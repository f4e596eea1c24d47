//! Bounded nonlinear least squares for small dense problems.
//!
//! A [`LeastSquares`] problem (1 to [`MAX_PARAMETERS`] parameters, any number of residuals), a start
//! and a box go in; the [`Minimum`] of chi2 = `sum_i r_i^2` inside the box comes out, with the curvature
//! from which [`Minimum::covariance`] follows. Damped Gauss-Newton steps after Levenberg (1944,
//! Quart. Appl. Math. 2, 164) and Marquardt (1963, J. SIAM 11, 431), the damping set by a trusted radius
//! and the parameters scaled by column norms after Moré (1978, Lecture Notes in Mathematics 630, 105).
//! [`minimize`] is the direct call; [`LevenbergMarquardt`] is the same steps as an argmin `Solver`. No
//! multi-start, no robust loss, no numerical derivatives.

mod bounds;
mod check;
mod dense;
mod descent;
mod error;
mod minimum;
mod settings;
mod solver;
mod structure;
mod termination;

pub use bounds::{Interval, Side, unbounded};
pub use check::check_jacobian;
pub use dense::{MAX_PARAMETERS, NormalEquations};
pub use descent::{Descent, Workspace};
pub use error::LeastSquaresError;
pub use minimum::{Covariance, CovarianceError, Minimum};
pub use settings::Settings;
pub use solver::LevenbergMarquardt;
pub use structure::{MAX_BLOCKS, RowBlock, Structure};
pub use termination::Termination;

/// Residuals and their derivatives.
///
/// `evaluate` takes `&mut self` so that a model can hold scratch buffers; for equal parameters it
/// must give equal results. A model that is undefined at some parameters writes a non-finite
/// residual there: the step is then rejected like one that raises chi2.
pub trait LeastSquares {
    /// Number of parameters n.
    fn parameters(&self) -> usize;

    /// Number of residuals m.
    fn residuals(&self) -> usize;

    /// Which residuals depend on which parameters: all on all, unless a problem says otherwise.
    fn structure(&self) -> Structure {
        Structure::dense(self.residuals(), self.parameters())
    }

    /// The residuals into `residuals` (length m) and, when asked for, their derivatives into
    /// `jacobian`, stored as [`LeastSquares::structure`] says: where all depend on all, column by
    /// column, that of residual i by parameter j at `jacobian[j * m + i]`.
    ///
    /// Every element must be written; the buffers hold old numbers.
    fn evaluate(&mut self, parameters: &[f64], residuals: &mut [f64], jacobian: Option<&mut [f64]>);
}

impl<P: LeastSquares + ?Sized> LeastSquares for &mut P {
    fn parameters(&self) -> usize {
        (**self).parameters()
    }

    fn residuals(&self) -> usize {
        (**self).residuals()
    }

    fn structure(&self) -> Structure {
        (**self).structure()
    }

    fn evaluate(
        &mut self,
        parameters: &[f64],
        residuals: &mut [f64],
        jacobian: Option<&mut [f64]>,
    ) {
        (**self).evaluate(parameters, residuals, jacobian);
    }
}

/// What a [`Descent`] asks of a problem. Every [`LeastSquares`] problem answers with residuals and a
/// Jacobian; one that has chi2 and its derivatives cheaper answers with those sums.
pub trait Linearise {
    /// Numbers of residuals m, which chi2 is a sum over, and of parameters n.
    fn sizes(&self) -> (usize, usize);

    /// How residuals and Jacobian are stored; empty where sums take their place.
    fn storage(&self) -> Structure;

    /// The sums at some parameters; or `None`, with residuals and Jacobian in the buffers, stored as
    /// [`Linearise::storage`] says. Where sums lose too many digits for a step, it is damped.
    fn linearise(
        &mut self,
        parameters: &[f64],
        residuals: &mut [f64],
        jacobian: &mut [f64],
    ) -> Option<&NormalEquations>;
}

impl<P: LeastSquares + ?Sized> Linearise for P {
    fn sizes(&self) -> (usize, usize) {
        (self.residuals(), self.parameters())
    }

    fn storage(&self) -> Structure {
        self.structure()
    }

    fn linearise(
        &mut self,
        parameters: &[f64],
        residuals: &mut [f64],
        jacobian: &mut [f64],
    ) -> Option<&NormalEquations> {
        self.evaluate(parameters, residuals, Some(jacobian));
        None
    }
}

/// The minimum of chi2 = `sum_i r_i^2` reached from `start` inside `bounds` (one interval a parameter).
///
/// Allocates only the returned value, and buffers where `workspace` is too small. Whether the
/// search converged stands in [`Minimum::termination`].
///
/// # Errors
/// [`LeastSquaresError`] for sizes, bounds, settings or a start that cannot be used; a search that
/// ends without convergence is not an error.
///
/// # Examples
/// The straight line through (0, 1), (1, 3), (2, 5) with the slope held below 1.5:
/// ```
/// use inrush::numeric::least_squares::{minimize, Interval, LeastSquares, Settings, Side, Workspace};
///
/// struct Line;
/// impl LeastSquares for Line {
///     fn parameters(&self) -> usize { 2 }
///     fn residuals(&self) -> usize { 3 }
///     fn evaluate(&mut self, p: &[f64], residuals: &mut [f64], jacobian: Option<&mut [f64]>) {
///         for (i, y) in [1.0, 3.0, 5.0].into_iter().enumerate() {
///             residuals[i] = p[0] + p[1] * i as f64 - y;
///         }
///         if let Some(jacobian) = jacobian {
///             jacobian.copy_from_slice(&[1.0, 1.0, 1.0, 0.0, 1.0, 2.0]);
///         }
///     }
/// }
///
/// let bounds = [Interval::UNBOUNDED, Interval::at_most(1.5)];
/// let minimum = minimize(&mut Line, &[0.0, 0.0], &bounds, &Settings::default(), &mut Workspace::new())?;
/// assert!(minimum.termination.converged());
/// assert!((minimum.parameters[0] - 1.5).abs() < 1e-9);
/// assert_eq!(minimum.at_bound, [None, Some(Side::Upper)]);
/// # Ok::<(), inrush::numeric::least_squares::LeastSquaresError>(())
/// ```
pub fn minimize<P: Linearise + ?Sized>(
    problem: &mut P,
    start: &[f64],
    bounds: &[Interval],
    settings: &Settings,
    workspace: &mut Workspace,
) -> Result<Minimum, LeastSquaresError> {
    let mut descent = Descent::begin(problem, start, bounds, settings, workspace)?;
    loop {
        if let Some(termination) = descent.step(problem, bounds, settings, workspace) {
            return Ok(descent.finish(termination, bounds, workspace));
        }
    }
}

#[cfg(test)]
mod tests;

» TRY IT: Set down the lines above as they stand, starting with the first line and ending with the line that contains "with the curvature".

» OUTPUT OF THE EXERCISE:
repository f4e596eea1c24d47
//! Bounded nonlinear least squares for small dense problems.
//!
//! A [`LeastSquares`] problem (1 to [`MAX_PARAMETERS`] parameters, any number of residuals), a start
//! and a box go in; the [`Minimum`] of chi2 = `sum_i r_i^2` inside the box comes out, with the curvature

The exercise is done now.